Ante semejante medida compulsiva, Mr. Godfrey hizo un esfuerzo y le dio a conocer una nueva versión del asunto, de la siguiente manera:
Luego de verter a hurtadillas el láudano en el brandy con agua, le había dicho a usted buenas noches y se había dirigido a su habitación. Esta estaba contigua a la de usted y se comunicaba con ella por medio de una puerta. Al entrar en su cuarto, Mr. Godfrey (según él supuso) cerró la puerta. Sus problemas económicos lo mantuvieron despierto. Permaneció sentado en bata y chinelas durante cerca de una hora absorbido por sus preocupaciones. En el preciso instante en que se disponía a irse a la cama, oyó que usted hablaba consigo mismo en la otra habitación y al acercarse a la puerta medianera descubrió que no la había cerrado como había creído.
Se asomó entonces a su cuarto para ver qué es lo que ocurría. Y comprobó que usted abandonaba en ese mismo instante su alcoba con una bujía en la mano. Oyó luego que usted se decía a sí mismo, con una voz totalmente distinta de la suya habitual, «¿Cómo puedo yo saberlo? Los hindúes pueden hallarse ocultos en la casa».

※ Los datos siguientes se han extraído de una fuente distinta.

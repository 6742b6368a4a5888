// ols_model and ols_model_plain: labelled or bare values, row by row, into a model's text.
#include "ext/aggregate.h"
#include "ext/function_tables.h"
#include "ext/labelled_rows.h"
#include "ext/model_text.h"

namespace ladderline {
namespace {

template <class Rows>
struct ModelState final : Rows {
  void Answer(const Call& call) const {
    if (!this->started()) {
      Model model;
      model.reason = "no rows";
      call.Return(ModelText(model));
      return;
    }
    const Result<Model> model = FitOls(this->set(), this->options());
    if (!model.ok()) call.Throw(model.error());
    call.Return(ModelText(model.value()));
  }
};

constexpr AggregateMethods kLabelled = AggregateOf<ModelState<LabelledRows>>();
constexpr AggregateMethods kPlain = AggregateOf<ModelState<BareRows>>();

constexpr FunctionRow kRows[] = {
    {.name = "ols_model",
     .kind = FunctionRow::Kind::kAggregate,
     .least_arguments = 2,
     .most_arguments = kAnyCount,
     .arguments = "label, value, …",
     .purpose = "Fits a least-squares regression of the first labelled value on the others; "
                "returns a model, which model_terms, fitted_mean and the rest read.",
     .source = "Golub & Van Loan, Matrix Computations; White 1980 and MacKinnon & White 1985 for "
               "hc0 to hc3; Liang & Zeger 1986 for cluster",
     .example = "SELECT ols_model('cost (EUR) | log_offset 1', cost, 'age (years)', age) FROM "
                "(SELECT 120 AS cost, 10 AS age UNION ALL SELECT 300, 40 UNION ALL SELECT 90, 5)",
     .aggregate = &kLabelled},
    {.name = "ols_model_plain",
     .kind = FunctionRow::Kind::kAggregate,
     .least_arguments = 1,
     .most_arguments = kAnyCount,
     .arguments = "y, x1, x2, …",
     .purpose = "The same for bare values, which are called y, x1, x2 and so on.",
     .source = "",
     .example = "SELECT ols_model_plain(y, x) FROM (SELECT 1 AS y, 2 AS x UNION ALL SELECT 3, 5 "
                "UNION ALL SELECT 4, 6)",
     .aggregate = &kPlain},
};

}  // namespace

std::span<const FunctionRow> OlsFunctions() { return kRows; }

}  // namespace ladderline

Hasta ese momento había él supuesto, simplemente (al administrarle la dosis de láudano), que no hacía más que participar en la tarea de hacerlo a usted víctima de una broma inofensiva. Pero ahora pensó que el láudano ejercía sobre usted un efecto que no había sido previsto ni por él ni por el propio doctor. Ante el temor de que le ocurriera a usted algún accidente, lo siguió en silencio para observar sus movimientos.

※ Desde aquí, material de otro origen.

// A re_expression_scan as a table.
#include "ext/function_tables.h"
#include "ext/json.h"
#include "ext/results.h"
#include "ext/table.h"

namespace ladderline {
namespace {

constexpr const char* kColumns[] = {"rank",
                                    "spec",
                                    "power",
                                    "rows_used",
                                    "rows_outside",
                                    "skewness",
                                    "excess_kurtosis",
                                    "normal_correlation",
                                    "normal_p",
                                    "log_likelihood",
                                    "aic",
                                    "funnel_p",
                                    "reading"};

bool IsCandidate(const Json& candidate) {
  if (!candidate.is_object() || candidate.size() != std::size(kColumns)) return false;
  for (const char* name : kColumns)
    if (!candidate.contains(name)) return false;
  for (const char* name : {"rank", "rows_used", "rows_outside"})
    if (!candidate[name].is_number_integer()) return false;
  for (const char* name : {"spec", "reading"})
    if (!candidate[name].is_string()) return false;
  for (const char* name : {"power", "skewness", "excess_kurtosis", "normal_correlation", "normal_p",
                           "log_likelihood", "aic", "funnel_p"})
    if (!candidate[name].is_number() && !candidate[name].is_null()) return false;
  return true;
}

std::vector<TableRow> ScanRows(const TableCall& call) {
  if (call.IsNull(0)) return {};
  const Result<Json> scan = Json::Parse(TextOf(call.value(0)));
  const Json* candidates = scan.ok() && scan.value().is_object() && scan.value().size() == 5
                               ? scan.value().Find("candidates")
                               : nullptr;
  if (candidates == nullptr || !candidates->is_array())
    call.ThrowBad(0, "must be a result of re_expression_scan");
  std::vector<TableRow> rows;
  for (const Json& candidate : *candidates) {
    if (!IsCandidate(candidate)) call.ThrowBad(0, "must be a result of re_expression_scan");
    TableRow row;
    for (const char* name : kColumns) row.push_back(CellOf(candidate[name]));
    rows.push_back(std::move(row));
  }
  return rows;
}

constexpr TableMethods kScanRows = {
    "rank INTEGER, spec TEXT, power REAL, rows_used INTEGER, rows_outside INTEGER, skewness REAL, "
    "excess_kurtosis REAL, normal_correlation REAL, normal_p REAL, log_likelihood REAL, aic REAL, "
    "funnel_p REAL, reading TEXT",
    ScanRows};

constexpr FunctionRow kRows[] = {
    {.name = "re_expression_rows",
     .kind = FunctionRow::Kind::kTable,
     .least_arguments = 1,
     .most_arguments = 1,
     .arguments = "scan",
     .purpose = "A re_expression_scan as a table, one row for each re-expression, best first: the "
                "rows it loses, the shape it leaves, its likelihood and whether residuals still "
                "fan out.",
     .source = "",
     .example = "SELECT * FROM re_expression_rows((SELECT re_expression_scan(column1) FROM "
                "(VALUES (120), (180), (210), (390), (2400), (95), (640), (310), (155))))",
     .table = &kScanRows},
};

}  // namespace

std::span<const FunctionRow> ScanTables() { return kRows; }

}  // namespace ladderline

Lo siguió hasta el gabinete de Miss Verinder y lo vio penetrar en él. Usted dejó la puerta abierta. Atisbó entonces a través de la hendedura que se produjo entre la jamba y la puerta, antes de aventurarse a penetrar en el cuarto.

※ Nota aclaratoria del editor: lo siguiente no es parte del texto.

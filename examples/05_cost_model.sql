-- A model of the cost of a repair, over all and by district.
--
-- Needs:  repair (make_database.sql) and the extension.
-- Leaves: cost_model (one row) and district_model (one row for each district), column model.

DROP TABLE IF EXISTS cost_model;
CREATE TABLE cost_model AS
SELECT ols_model('cost (EUR) | log_offset 20',   cost,
                 'dwellings | log_offset',       dwellings,
                 'building age (years)',         building_age,
                 'trade | category Plumbing',    trade,
                 'district | category Ashquill', district,
                 'certainty | weight',           iif(cost_source = 'estimate', 0.5, 1),
                 'case | key',                   case_id,
                 'errors | option',              'hc3',
                 'name | option',                'cost of a repair') AS model
FROM repair;

.print
.print 'One statement fits cost against dwellings, age, trade and district. Raw values go in; the words'
.print 'after the bar say what each is: a logarithm, a category with its reference level, a weight'
.print '(estimates count half), the key that names a case. What was fitted, and how well:'
SELECT fact, CASE typeof(value) WHEN 'real' THEN round(value, 3) ELSE value END AS value
FROM cost_model, model_facts(model)
WHERE fact IN ('status', 'response', 'rows_offered', 'rows_fitted', 'rows_left_out', 'terms',
               'residual_sd', 'median_absolute_error', 'r_squared');

.print
.print 'The columns, with what was missing (open cases have no cost yet):'
SELECT column_name, role, kind, transform, observed_low AS low, observed_high AS high, reference,
       missing
FROM cost_model, model_columns(model);

.print
.print 'The terms. On a log scale a coefficient is close to a relative change: 0.005 for a year of age'
.print 'goes with about half a percent more. For a category, percent says it exactly: how cost + 20 at'
.print 'that level compares with the reference, other columns being equal.'
SELECT term, round(coefficient, 4) AS coefficient, round(low, 4) AS low, round(high, 4) AS high,
       CASE WHEN category_level IS NOT NULL THEN round(100 * (exp(coefficient) - 1), 1) END AS percent
FROM cost_model, model_terms(model);

.print
.print 'Could a whole column be left out? Each is tested jointly.'
SELECT column_name, parameters, round(f, 1) AS f,
       iif(p_value < 0.001, 'below 0.001', round(p_value, 3)) AS p_value
FROM cost_model, model_tests(model);

.print
.print 'The five cases that pull hardest on the fit:'
SELECT key AS case_id, round(cooks_distance, 5) AS cooks_distance, round(leverage, 5) AS leverage,
       round(studentized_residual, 1) AS studentized_residual
FROM cost_model, model_influence(model) LIMIT 5;

DROP TABLE IF EXISTS district_model;
CREATE TABLE district_model(district TEXT PRIMARY KEY, model TEXT);
INSERT INTO district_model
SELECT district,
       ols_model('cost (EUR) | log_offset 20', cost,
                 'dwellings | log_offset',     dwellings,
                 'building age (years)',       building_age,
                 'trade | category Plumbing',  trade,
                 'certainty | weight',         iif(cost_source = 'estimate', 0.5, 1),
                 'case | key',                 case_id) AS model
FROM repair GROUP BY district;

.print
.print 'The same for each district with GROUP BY. A district with too few cases does not stop the'
.print 'rest: its model is refused, and says why.'
SELECT district, fact(model, 'rows_fitted') AS rows, round(fact(model, 'r_squared'), 3) AS r_squared,
       round(coefficient(model, 'dwellings'), 3) AS dwellings,
       round(coefficient(model, 'building age'), 4) AS per_year,
       model_problem(model) AS problem
FROM district_model;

Desde allí, no solamente lo vio a usted apoderarse del diamante que se hallaba en la gaveta, sino que descubrió también cómo Miss Verinder seguía en silencio sus movimientos desde la puerta abierta de su dormitorio. Comprobó entonces que ella también lo vio a usted echar mano del diamante.
Antes de abandonar el gabinete, vaciló usted durante un momento. Mr. Godfrey aprovechó ese titubeo para regresar a su dormitorio antes de que usted saliera y lo descubriese. Acababa apenas de regresar a su cuarto, cuando usted hizo lo propio en el suyo. Usted lo vio (según creyó él) en el mismo instante en que trasponía la puerta medianera. Sea como fuere, lo llamó a usted con una voz extraña y somnolienta.
El se volvió, y usted le dirigió entonces una mirada turbia y aletargada. Luego colocó usted el diamante en su mano, y le dijo: «Llévalo, Godfrey, otra vez, al banco de tu padre. Aquí peligra… aquí peligra.» Usted se volvió entonces con paso vacilante y se echó encima su bata. Después se sentó en el gran sillón que se hallaba en su dormitorio, y habló de nuevo: «Yo no puedo llevarlo al banco. Mi cabeza me pesa como si fuera de plomo, no siento siquiera mis pies.» Hundió usted entonces su cabeza en el espaldar del sillón… dejó escapar un pesado suspiro… y se sumió en el sueño.
Mr. Godfrey Ablewhite regresó con el diamante a su cuarto. Según sus declaraciones, aún no había decidido por ese entonces lo que habría de hacer… como no fuera mantenerse a la expectativa y aguardar los hechos que se producirían a la mañana siguiente.
Al llegar ésta, sus palabras y su conducta, Mr. Blake, lo convencieron de que usted ignoraba en absoluto lo que había hecho y dicho la noche precedente. Al mismo tiempo, las palabras y la conducta de Miss Verinder lo convencieron de que ésta se hallaba dispuesta a no decir nada, por piedad hacia usted, de lo ocurrido. De resolverse Mr. Godfrey Ablewhite a conservar el diamante, podría hacerlo con la mayor impunidad. A mitad de camino entre él y su ruina se hallaba la Piedra Lunar. Mr. Godfrey decidió entonces guardarse la Piedra Lunar en el bolsillo.